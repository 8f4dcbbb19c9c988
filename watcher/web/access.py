"""Who asks: tokens in a header, sessions in a cookie, roles, and a limit on failures."""

from __future__ import annotations

import hashlib
import ipaddress
import secrets
import threading
from collections import OrderedDict
from collections.abc import Callable
from dataclasses import dataclass
from datetime import datetime, timedelta
from typing import Final
from urllib.parse import quote

import structlog
from fastapi import Request
from fastapi.security import HTTPBearer
from starlette.responses import Response

from watcher.errors import UsageError
from watcher.ledger.tokens import Role, digest_of
from watcher.records import Head
from watcher.text import safe
from watcher.web.problems import Refused
from watcher.web.security import refusal
from watcher.web.site import Site

FAILURES: Final = 10
"""Wrong tokens from one address within `WINDOW`; further ones are refused unread."""
WINDOW: Final = timedelta(minutes=1)
LIFE: Final = timedelta(hours=12)
"""How long a session lasts."""
_MOST_ADDRESSES: Final = 1024
_MOST_SESSIONS: Final = 1000
log = structlog.get_logger("watcher.web")
BEARER: Final = HTTPBearer(auto_error=False, description="A token made with `watcher token`; roles read and act.")
"""Names the scheme in the OpenAPI document; the check itself is in `Access`."""


@dataclass(frozen=True, slots=True)
class Visitor:
    """Who asks: the name of the token, or nobody."""

    name: str | None
    role: Role | None

    @property
    def acts(self) -> bool:
        """May acknowledge and see raw rows."""
        return self.role == "act"


NOBODY: Final = Visitor(None, None)


class Limiter:
    """Counts failures by address within a sliding window; remembers a bounded number of addresses."""

    def __init__(self, clock: Callable[[], datetime]) -> None:
        self._clock = clock
        self._seen: OrderedDict[str, list[datetime]] = OrderedDict()
        self._lock = threading.Lock()

    def wait(self, address: str) -> int:
        """Seconds until the address may try again; 0: now."""
        now = self._clock()
        with self._lock:
            kept = [at for at in self._seen.get(address, []) if now - at < WINDOW]
            if len(kept) < FAILURES:
                return 0
            return max(1, int((kept[0] + WINDOW - now).total_seconds()))

    def failed(self, address: str) -> None:
        """Count a failure."""
        now = self._clock()
        with self._lock:
            kept = [at for at in self._seen.pop(address, []) if now - at < WINDOW]
            self._seen[address] = [*kept, now][-FAILURES:]
            while len(self._seen) > _MOST_ADDRESSES:
                self._seen.popitem(last=False)


@dataclass(frozen=True, slots=True)
class _Session:
    digest: str
    """Of the token: a revoked one ends its sessions at once."""
    until: datetime


class Sessions:
    """Signed-in browsers, in the memory of this process: a restart asks for the token again."""

    def __init__(self, clock: Callable[[], datetime]) -> None:
        self._clock = clock
        self._open: OrderedDict[str, _Session] = OrderedDict()
        self._lock = threading.Lock()

    def begin(self, token_digest: str) -> str:
        """A new session; what the cookie holds. Only its hash is kept."""
        drawn = secrets.token_urlsafe(32)
        with self._lock:
            self._open[_hash(drawn)] = _Session(token_digest, self._clock() + LIFE)
            while len(self._open) > _MOST_SESSIONS:
                self._open.popitem(last=False)
        return drawn

    def digest(self, cookie: str) -> str | None:
        """The digest of the token that the session was opened with."""
        with self._lock:
            found = self._open.get(_hash(cookie))
            if found is not None and found.until <= self._clock():
                del self._open[_hash(cookie)]
                return None
            return None if found is None else found.digest

    def end(self, cookie: str) -> None:
        """Forget a session."""
        with self._lock:
            self._open.pop(_hash(cookie), None)


class Access:
    """The gate of every route: who asks, and whether that is enough."""

    def __init__(self, site: Site) -> None:
        self._site = site
        self.limiter = Limiter(site.clock)
        self.sessions = Sessions(site.clock)
        # Browsers accept the prefix only with Secure, over TLS or on loopback.
        self.cookie = "__Host-watcher" if site.tokens_required else "watcher"

    def visitor(self, request: Request) -> Visitor:
        """Who asks. Raises Refused for a wrong token; without one: nobody."""
        given = request.headers.get("authorization")
        if given is not None:
            scheme, _, token = given.partition(" ")
            if scheme.lower() != "bearer":
                raise self._refused(request, 401, "wrong-scheme", "Send the token as: Authorization: Bearer TOKEN.")
            return self.check(request, token.strip())
        cookie = request.cookies.get(self.cookie)
        digest = self.sessions.digest(cookie) if cookie else None
        found = self._site.ledger().tokens.find(digest) if digest else None
        return NOBODY if found is None else Visitor(found.name, found.role)

    def check(self, request: Request, token: str) -> Visitor:
        """Who holds this token. Raises Refused (401, or 429 after too many failures)."""
        address = address_of(request)
        wait = self.limiter.wait(address)
        if wait:
            detail = f"Too many wrong tokens from this address; try again in {wait} seconds."
            raise self._refused(request, 429, "too-many-failures", detail, {"Retry-After": str(wait)})
        found = self._site.ledger().tokens.verify(token)
        if found is None:
            self.limiter.failed(address)
            detail = "This token is unknown or revoked; `watcher token CONFIG list` shows the valid ones."
            raise self._refused(request, 401, "wrong-token", detail)
        return Visitor(found.name, found.role)

    def anyone(self, request: Request) -> Visitor:
        """For pages that need no token: who asks, if that is known."""
        return self.visitor(request)

    def reader(self, request: Request) -> Visitor:
        """Role read or act where tokens are required; anybody on loopback."""
        visitor = self.visitor(request)
        if visitor.role is None and self._site.tokens_required:
            raise self._refused(
                request, 401, "no-token", "A token is needed here; `watcher token CONFIG make` makes one."
            )
        return visitor

    def page_reader(self, request: Request) -> Visitor:
        """The same for a page: who is not signed in is sent to the sign-in page."""
        visitor = self.visitor(request)
        request.state.visitor = visitor
        if visitor.role is None and self._site.tokens_required:
            refusal(request.scope, "no-token", 303)
            raise Refused(303, "no-token", "Sign in first.", {"Location": f"/sign-in?next={quote(request.url.path)}"})
        return visitor

    def acknowledge(self, visitor: Visitor, promise: str, version: str, number: int, why: str) -> Head:
        """Record an acknowledgement under the name of the token. Raises Refused (409) when it does not fit."""
        who = visitor.name or ""
        try:
            head = self._site.acknowledge(promise, version, number, who, why)
        except UsageError as error:
            raise Refused(409, "does-not-fit", safe(str(error), 300)) from error
        log.info(
            "acknowledged", who=safe(who), promise=safe(promise), version=safe(version), breach=number, look=head.look
        )
        return head

    def actor(self, request: Request) -> Visitor:
        """Role act, on loopback too."""
        visitor = self.visitor(request)
        if visitor.role is None:
            raise self._refused(request, 401, "no-token", "A token of the role act is needed here.")
        if not visitor.acts:
            detail = "This token may read; a token of the role act is needed here."
            raise self._refused(request, 403, "role-act-needed", detail, who=visitor.name)
        return visitor

    def sign_in(self, request: Request, token: str, response: Response) -> Visitor:
        """Check a token and open a session for it. Raises Refused."""
        visitor = self.check(request, token)
        drawn = self.sessions.begin(digest_of(token))
        response.set_cookie(
            self.cookie,
            drawn,
            max_age=int(LIFE.total_seconds()),
            path="/",
            secure=self._site.tokens_required or request.url.scheme == "https",
            httponly=True,
            samesite="strict",
        )
        log.info("signed in", who=safe(visitor.name or ""), role=visitor.role, client=address_of(request))
        return visitor

    def sign_out(self, request: Request, response: Response) -> None:
        """End the session."""
        cookie = request.cookies.get(self.cookie)
        if cookie:
            self.sessions.end(cookie)
        response.delete_cookie(
            self.cookie, path="/", secure=self._site.tokens_required, httponly=True, samesite="strict"
        )

    def _refused(
        self,
        request: Request,
        status: int,
        reason: str,
        detail: str,
        headers: dict[str, str] | None = None,
        **facts: object,
    ) -> Refused:
        refusal(request.scope, reason, status, **facts)
        extra = {"WWW-Authenticate": "Bearer"} if status == 401 else {}
        return Refused(status, reason, detail, {**extra, **(headers or {})})


def address_of(request: Request) -> str:
    """The client as the limit counts it: an IPv4 address, or the /64 that one household of IPv6 has."""
    host = request.client.host if request.client else "unknown"
    try:
        found = ipaddress.ip_address(host)
    except ValueError:
        return safe(host)
    if isinstance(found, ipaddress.IPv6Address):
        return str(ipaddress.ip_network((found, 64), strict=False))
    return str(found)


def _hash(cookie: str) -> str:
    return hashlib.sha256(cookie.encode("utf-8", "surrogatepass")).hexdigest()
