"""Addresses of promises and slices, whatever their names hold."""

from __future__ import annotations

import hashlib
from urllib.parse import quote, unquote


def segment(name: str) -> str:
    """A name as one segment of an address.

    It is escaped twice, because servers undo one layer before they look for slashes; dots alone would be taken for a way up.
    """
    once = quote(name, safe="", errors="surrogatepass")
    if not once.strip("."):
        once = once.replace(".", "%2E")
    return quote(once, safe="")


def from_segment(text: str) -> str:
    """The name, given the segment as the router hands it over (one layer already undone)."""
    return unquote(text, errors="surrogatepass")


def promise_path(name: str, version: str) -> str:
    """The page of a promise version."""
    return f"/promises/{segment(name)}/{segment(version)}"


def slice_id(column: str, value: str) -> str:
    """A short name for a slice that holds nothing of its text."""
    return hashlib.sha256(f"{column}\0{value}".encode("utf-8", "surrogatepass")).hexdigest()[:16]


def slice_path(name: str, version: str, column: str, value: str) -> str:
    """The page of a slice."""
    return f"{promise_path(name, version)}/slices/{slice_id(column, value)}"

------------------------------------------------

Assignment - The lines holding the word "httponly" are the answer. Pull them out of the records and copy them.

Answer section -
            httponly=True,
            self.cookie, path="/", secure=self._site.tokens_required, httponly=True, samesite="strict"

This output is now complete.